▶ Exercise aim
From the entries below, gather each line containing the word "dropped".

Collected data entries
══════════════════════════════

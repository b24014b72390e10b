import { create, unitDependencies } from 'mathjs';
import type { UnitConverter } from './quantities.js';

/**
 * The one place for conversions between units, built on mathjs. Load it on demand (`import('…/units.js')`): it is too
 * large for a page’s first load. Converts points only: a temperature *difference* stays in K.
 */
const math = create(unitDependencies ?? {}, {});

/** Converts a value between two units in plain signs (`degC`, `W/m^2`). */
export const convertUnit: UnitConverter = (value, from, to) => {
  try {
    math.unit(1, from);
  } catch {
    return 'unknown-unit';
  }
  try {
    return math.unit(value, from).toNumber(to);
  } catch {
    return 'does-not-fit';
  }
};
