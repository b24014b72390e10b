import { effectScope } from 'vue';
import { afterEach, beforeEach, describe, expect, test, vi } from 'vitest';
import { useAutosave, type SaveOutcome } from '../../../src/composables/useAutosave.js';

type Outcome = SaveOutcome<string>;

function setUp(answers: Outcome[]) {
  const sent: { document: string; version: number }[] = [];
  const kept: string[] = [];
  let dropped = 0;
  const scope = effectScope();
  const autosave = scope.run(() =>
    useAutosave<string, string>({
      save: (document, version) => {
        sent.push({ document, version });
        return Promise.resolve(answers.shift() ?? { kind: 'saved', version: version + 1, at: '2026-01-01T00:00:00Z' });
      },
      keep: (document) => {
        kept.push(document);
        return true;
      },
      drop: () => {
        dropped += 1;
      },
    }),
  );
  if (!autosave) throw new Error('no scope');
  autosave.reset(1, null);
  return { autosave, sent, kept, dropped: () => dropped, stop: () => scope.stop() };
}

beforeEach(() => {
  vi.useFakeTimers();
});
afterEach(() => {
  vi.useRealTimers();
});

describe('autosave', () => {
  test('keeps a copy in the browser at once, and sends within a second of the last change', async () => {
    const { autosave, sent, kept, dropped } = setUp([]);
    autosave.change('a');
    expect(kept).toEqual(['a']);
    expect(sent).toEqual([]);
    await vi.advanceTimersByTimeAsync(1000);
    expect(sent).toEqual([{ document: 'a', version: 1 }]);
    expect(autosave.state.value).toBe('saved');
    expect(dropped()).toBe(1);
  });

  test('does not wait for ever while somebody keeps typing', async () => {
    const { autosave, sent } = setUp([]);
    for (let i = 0; i < 10; i += 1) {
      autosave.change(`typing ${String(i)}`);
      await vi.advanceTimersByTimeAsync(300);
    }
    expect(sent.length).toBeGreaterThanOrEqual(1);
    await vi.advanceTimersByTimeAsync(1000);
    expect(sent.at(-1)?.document).toBe('typing 9');
  });

  test('each save expects the version that the last one made', async () => {
    const { autosave, sent } = setUp([]);
    autosave.change('a');
    await vi.advanceTimersByTimeAsync(1000);
    autosave.change('b');
    await vi.advanceTimersByTimeAsync(1000);
    expect(sent.map(({ version }) => version)).toEqual([1, 2]);
  });

  test('tries again, ever more seldom, until the server is back; then sends the newest', async () => {
    const { autosave, sent, dropped } = setUp([
      { kind: 'unreachable', message: 'no connection' },
      { kind: 'unreachable', message: 'no connection' },
      { kind: 'unreachable', message: 'no connection' },
    ]);
    autosave.change('a');
    await vi.advanceTimersByTimeAsync(600);
    expect(autosave.state.value).toBe('unreachable');
    autosave.change('b');
    await vi.advanceTimersByTimeAsync(999);
    expect(sent.length).toBe(1);
    await vi.advanceTimersByTimeAsync(1);
    expect(sent.length).toBe(2);
    await vi.advanceTimersByTimeAsync(2000);
    expect(sent.length).toBe(3);
    expect(dropped()).toBe(0);
    await vi.advanceTimersByTimeAsync(4000);
    expect(sent.map(({ document }) => document)).toEqual(['a', 'b', 'b', 'b']);
    expect(autosave.state.value).toBe('saved');
  });

  test('tries at once when the browser comes online', async () => {
    const { autosave, sent } = setUp([{ kind: 'unreachable', message: 'no connection' }]);
    autosave.change('a');
    await vi.advanceTimersByTimeAsync(600);
    globalThis.dispatchEvent(new Event('online'));
    await vi.advanceTimersByTimeAsync(0);
    expect(sent.length).toBe(2);
    expect(autosave.state.value).toBe('saved');
  });

  test('stops on a conflict, keeps what is typed, and saves over theirs only when told', async () => {
    const { autosave, sent, kept } = setUp([{ kind: 'conflict', conflict: 'theirs' }]);
    autosave.change('mine');
    await vi.advanceTimersByTimeAsync(600);
    expect(autosave.state.value).toBe('conflict');
    expect(autosave.conflict.value).toBe('theirs');
    autosave.change('mine, more');
    await vi.advanceTimersByTimeAsync(20000);
    expect(sent.length).toBe(1);
    expect(kept.at(-1)).toBe('mine, more');
    await autosave.resolveWith('mine, more', 7);
    expect(sent.at(-1)).toEqual({ document: 'mine, more', version: 7 });
    expect(autosave.state.value).toBe('saved');
  });

  test('an answer for an earlier assembly does not speak for the one that is open now', async () => {
    const { autosave } = setUp([{ kind: 'conflict', conflict: 'old' }]);
    autosave.change('old assembly');
    const sending = autosave.flush();
    autosave.reset(5, null);
    await sending;
    expect(autosave.state.value).toBe('saved');
    expect(autosave.version()).toBe(5);
  });
});
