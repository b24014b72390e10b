/** The roles of product.md. A person holds any number of them in a team; they add up. */
export const roles = ['viewer', 'designer', 'engineer', 'reviewer', 'admin'] as const;

export type Role = (typeof roles)[number];

/** What a member may do. The server checks a capability on every route; the client only hides what would be refused. */
export const capabilities = {
  read: ['viewer', 'designer', 'engineer', 'reviewer', 'admin'],
  editAssemblies: ['designer', 'engineer'],
  askForDecision: ['designer', 'engineer'],
  editValues: ['engineer'],
  decide: ['reviewer'],
  administer: ['admin'],
} as const satisfies Record<string, readonly Role[]>;

export type Capability = keyof typeof capabilities;

/** True when at least one of the held roles grants the capability. */
export function may(held: readonly Role[], capability: Capability): boolean {
  return capabilities[capability].some((role) => held.includes(role));
}
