import { describe, expect, it } from 'vitest';
import { gridLines } from '../../../server/engine/grid/lines.js';
import { choosePlanes } from '../../../server/engine/grid/layers.js';

const free: [number, number] = [Infinity, Infinity];

describe('The lines of a grid', () => {
  const source = { from: 0.05, to: 0.07, cell: 0.002, source: true };
  const lines = Array.from(gridLines(0.12, [source], free));

  it('rise from one end to the other, through both ends of a source', () => {
    expect(lines[0]).toBe(0);
    expect(lines.at(-1)).toBe(0.12);
    expect(lines).toEqual([...lines].sort((a, b) => a - b));
    for (const end of [0.05, 0.07]) expect(Math.min(...lines.map((x) => Math.abs(x - end)))).toBeLessThan(1e-12);
  });

  it('have an odd number of cells, five at least, under a source: its middle is a cell’s middle', () => {
    const inside = lines.filter((x) => x > 0.0499 && x < 0.0701).length - 1;
    expect(inside).toBeGreaterThanOrEqual(5);
    expect(inside % 2).toBe(1);
  });

  it('grow by no more than a ratio of 1.7 from cell to cell', () => {
    const sizes = lines.slice(1).map((x, i) => x - (lines[i] as number));
    sizes.slice(1).forEach((size, i) => {
      const ratio = size / (sizes[i] as number);
      expect(Math.max(ratio, 1 / ratio)).toBeLessThan(1.75);
    });
  });

  it('stay small between a source and a near edge', () => {
    const near = Array.from(gridLines(0.12, [{ ...source, from: 0.012, to: 0.032 }], free)).filter((x) => x < 0.012);
    expect(near.length).toBeGreaterThan(2);
  });

  it('are taken from what lies there, where it has lines of its own', () => {
    const own = Float64Array.from([0.03, 0.035, 0.05, 0.07, 0.085, 0.09]);
    const shared = gridLines(0.12, [{ from: 0.03, to: 0.09, cell: 0.004, source: false, lines: own }], free);
    for (const x of shared) if (x > 0.0301 && x < 0.0899) expect(Array.from(own)).toContain(x);
  });

  it('are divided on request', () => {
    expect(gridLines(0.12, [source], free, 3)).toHaveLength(3 * (lines.length - 1) + 1);
  });
});

describe('The planes through a plate', () => {
  const metal = { thicknessM: 0.002, inPlaneWPerMK: 200, throughWPerMK: 200 };
  const polymer = { thicknessM: 0.0024, inPlaneWPerMK: 0.2, throughWPerMK: 0.2 };

  it('are one in thin metal, two in a thin wall that conducts poorly, more where it is thick against its source', () => {
    expect(choosePlanes([metal], 0.02).count).toBe(1);
    expect(choosePlanes([polymer], 0.02).count).toBe(2);
    expect(choosePlanes([polymer], 0.004).count).toBeGreaterThan(2);
  });

  it('carry copper where it lies: foils on both sides of a board add to its two surfaces', () => {
    const foil = { thicknessM: 35e-6, inPlaneWPerMK: 390, throughWPerMK: 390 };
    const board = choosePlanes([foil, { ...polymer, thicknessM: 0.0015 }, foil], 0.02);
    expect(board.count).toBe(2);
    expect(board.carried[0]).toContainEqual({ layer: 0, share: 1 });
    expect(board.carried[1]).toContainEqual({ layer: 2, share: 1 });
  });
});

══════════════════════════════

▶ Result
  let dropped = 0;
        dropped += 1;
  return { autosave, sent, kept, dropped: () => dropped, stop: () => scope.stop() };
    const { autosave, sent, kept, dropped } = setUp([]);
    expect(dropped()).toBe(1);
    const { autosave, sent, dropped } = setUp([
    expect(dropped()).toBe(0);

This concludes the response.